### Exercise brief:
Find the string "clients" in the records. Copy every line it appears in.

### Data excerpts:
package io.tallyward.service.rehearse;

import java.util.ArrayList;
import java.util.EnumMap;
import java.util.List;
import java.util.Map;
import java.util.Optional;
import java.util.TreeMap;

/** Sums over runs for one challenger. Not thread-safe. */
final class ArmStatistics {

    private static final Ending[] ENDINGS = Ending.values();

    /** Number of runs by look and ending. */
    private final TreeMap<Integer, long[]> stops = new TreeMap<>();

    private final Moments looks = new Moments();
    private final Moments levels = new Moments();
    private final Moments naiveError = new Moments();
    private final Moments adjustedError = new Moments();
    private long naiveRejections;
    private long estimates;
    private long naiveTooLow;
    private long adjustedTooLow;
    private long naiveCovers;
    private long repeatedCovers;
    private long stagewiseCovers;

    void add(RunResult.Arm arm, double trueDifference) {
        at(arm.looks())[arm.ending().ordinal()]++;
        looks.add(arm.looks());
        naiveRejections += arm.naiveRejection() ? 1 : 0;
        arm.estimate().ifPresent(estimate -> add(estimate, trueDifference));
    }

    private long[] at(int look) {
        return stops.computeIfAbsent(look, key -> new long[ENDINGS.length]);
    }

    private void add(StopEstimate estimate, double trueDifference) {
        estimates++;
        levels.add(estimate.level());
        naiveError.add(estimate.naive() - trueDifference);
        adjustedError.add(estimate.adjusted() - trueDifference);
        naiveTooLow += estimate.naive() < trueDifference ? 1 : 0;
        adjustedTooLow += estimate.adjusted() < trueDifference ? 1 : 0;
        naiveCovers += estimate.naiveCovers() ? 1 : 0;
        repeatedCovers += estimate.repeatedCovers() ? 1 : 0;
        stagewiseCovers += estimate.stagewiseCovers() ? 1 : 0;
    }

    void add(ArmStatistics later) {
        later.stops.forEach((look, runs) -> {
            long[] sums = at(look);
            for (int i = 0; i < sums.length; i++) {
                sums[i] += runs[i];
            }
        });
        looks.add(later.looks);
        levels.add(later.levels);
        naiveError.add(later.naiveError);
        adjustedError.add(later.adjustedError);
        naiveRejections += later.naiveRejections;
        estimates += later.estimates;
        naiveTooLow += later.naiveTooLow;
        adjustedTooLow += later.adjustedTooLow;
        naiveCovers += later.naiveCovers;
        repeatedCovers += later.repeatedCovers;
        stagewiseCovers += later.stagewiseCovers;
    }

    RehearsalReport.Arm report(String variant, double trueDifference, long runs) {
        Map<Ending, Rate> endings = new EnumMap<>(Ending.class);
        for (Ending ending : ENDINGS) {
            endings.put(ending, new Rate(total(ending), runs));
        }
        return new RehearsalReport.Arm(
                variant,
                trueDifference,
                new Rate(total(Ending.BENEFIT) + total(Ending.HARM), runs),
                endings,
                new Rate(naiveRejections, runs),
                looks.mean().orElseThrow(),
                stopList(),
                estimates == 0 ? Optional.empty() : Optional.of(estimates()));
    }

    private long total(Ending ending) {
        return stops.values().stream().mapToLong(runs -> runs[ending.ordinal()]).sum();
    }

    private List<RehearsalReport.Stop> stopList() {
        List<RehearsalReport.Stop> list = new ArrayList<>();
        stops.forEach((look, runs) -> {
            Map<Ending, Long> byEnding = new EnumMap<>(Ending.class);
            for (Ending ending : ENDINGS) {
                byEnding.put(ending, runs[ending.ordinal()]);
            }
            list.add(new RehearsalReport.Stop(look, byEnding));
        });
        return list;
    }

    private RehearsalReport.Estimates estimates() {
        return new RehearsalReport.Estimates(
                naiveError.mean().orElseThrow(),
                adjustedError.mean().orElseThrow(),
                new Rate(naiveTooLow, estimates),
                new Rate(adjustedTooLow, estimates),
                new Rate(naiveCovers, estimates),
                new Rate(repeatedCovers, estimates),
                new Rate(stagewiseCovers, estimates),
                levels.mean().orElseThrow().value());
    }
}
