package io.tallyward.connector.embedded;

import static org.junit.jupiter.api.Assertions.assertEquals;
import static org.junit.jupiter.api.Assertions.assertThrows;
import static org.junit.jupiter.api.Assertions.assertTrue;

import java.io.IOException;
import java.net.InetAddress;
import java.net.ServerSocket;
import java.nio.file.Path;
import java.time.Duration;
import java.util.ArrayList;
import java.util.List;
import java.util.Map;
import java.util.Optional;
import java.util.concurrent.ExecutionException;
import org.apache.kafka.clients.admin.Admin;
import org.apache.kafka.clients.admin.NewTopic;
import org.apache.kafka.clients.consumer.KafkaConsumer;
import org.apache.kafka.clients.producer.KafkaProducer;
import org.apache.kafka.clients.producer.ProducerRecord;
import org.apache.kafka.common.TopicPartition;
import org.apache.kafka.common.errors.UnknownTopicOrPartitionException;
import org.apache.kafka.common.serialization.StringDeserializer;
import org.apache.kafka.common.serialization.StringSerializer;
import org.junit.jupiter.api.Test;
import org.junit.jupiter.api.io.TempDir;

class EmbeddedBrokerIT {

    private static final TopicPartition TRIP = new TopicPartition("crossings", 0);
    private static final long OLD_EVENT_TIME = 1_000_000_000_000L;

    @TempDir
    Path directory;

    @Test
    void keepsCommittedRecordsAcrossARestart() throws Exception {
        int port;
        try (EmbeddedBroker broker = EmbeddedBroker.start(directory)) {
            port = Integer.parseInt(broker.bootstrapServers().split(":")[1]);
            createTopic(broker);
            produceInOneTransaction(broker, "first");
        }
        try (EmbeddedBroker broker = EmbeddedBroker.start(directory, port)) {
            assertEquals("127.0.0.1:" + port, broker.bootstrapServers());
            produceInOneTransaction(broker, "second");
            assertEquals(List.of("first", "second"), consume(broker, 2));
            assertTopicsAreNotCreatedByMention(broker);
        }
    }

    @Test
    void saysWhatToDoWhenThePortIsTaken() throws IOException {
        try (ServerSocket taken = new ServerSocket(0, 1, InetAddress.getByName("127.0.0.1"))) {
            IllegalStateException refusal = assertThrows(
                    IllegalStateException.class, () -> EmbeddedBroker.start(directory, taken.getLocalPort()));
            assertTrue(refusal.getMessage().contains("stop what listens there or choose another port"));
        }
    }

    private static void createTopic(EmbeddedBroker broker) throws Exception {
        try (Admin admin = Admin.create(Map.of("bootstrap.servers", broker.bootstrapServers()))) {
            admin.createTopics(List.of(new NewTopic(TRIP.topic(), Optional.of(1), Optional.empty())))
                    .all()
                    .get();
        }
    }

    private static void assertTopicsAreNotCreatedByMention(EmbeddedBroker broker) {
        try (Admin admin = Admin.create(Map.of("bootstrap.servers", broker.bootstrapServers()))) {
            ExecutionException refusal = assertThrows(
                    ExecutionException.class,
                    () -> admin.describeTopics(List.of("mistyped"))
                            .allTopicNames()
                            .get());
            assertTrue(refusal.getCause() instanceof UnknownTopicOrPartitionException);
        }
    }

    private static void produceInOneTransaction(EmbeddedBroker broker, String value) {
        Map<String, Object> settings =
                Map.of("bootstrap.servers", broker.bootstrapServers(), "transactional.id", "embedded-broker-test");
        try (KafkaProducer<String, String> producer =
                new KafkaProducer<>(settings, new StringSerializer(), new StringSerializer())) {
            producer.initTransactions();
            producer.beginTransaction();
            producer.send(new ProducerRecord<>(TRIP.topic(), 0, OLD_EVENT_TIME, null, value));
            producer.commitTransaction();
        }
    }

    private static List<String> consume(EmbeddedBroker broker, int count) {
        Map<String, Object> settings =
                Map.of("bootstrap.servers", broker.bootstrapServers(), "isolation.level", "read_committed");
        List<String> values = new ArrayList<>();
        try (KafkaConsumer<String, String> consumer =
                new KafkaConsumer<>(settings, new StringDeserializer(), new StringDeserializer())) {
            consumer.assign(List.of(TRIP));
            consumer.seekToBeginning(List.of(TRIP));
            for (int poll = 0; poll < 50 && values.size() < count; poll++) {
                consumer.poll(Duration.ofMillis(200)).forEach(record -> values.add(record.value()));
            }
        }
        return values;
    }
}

### Output:
import org.apache.kafka.clients.admin.Admin;
import org.apache.kafka.clients.admin.NewTopic;
import org.apache.kafka.clients.consumer.KafkaConsumer;
import org.apache.kafka.clients.producer.KafkaProducer;
import org.apache.kafka.clients.producer.ProducerRecord;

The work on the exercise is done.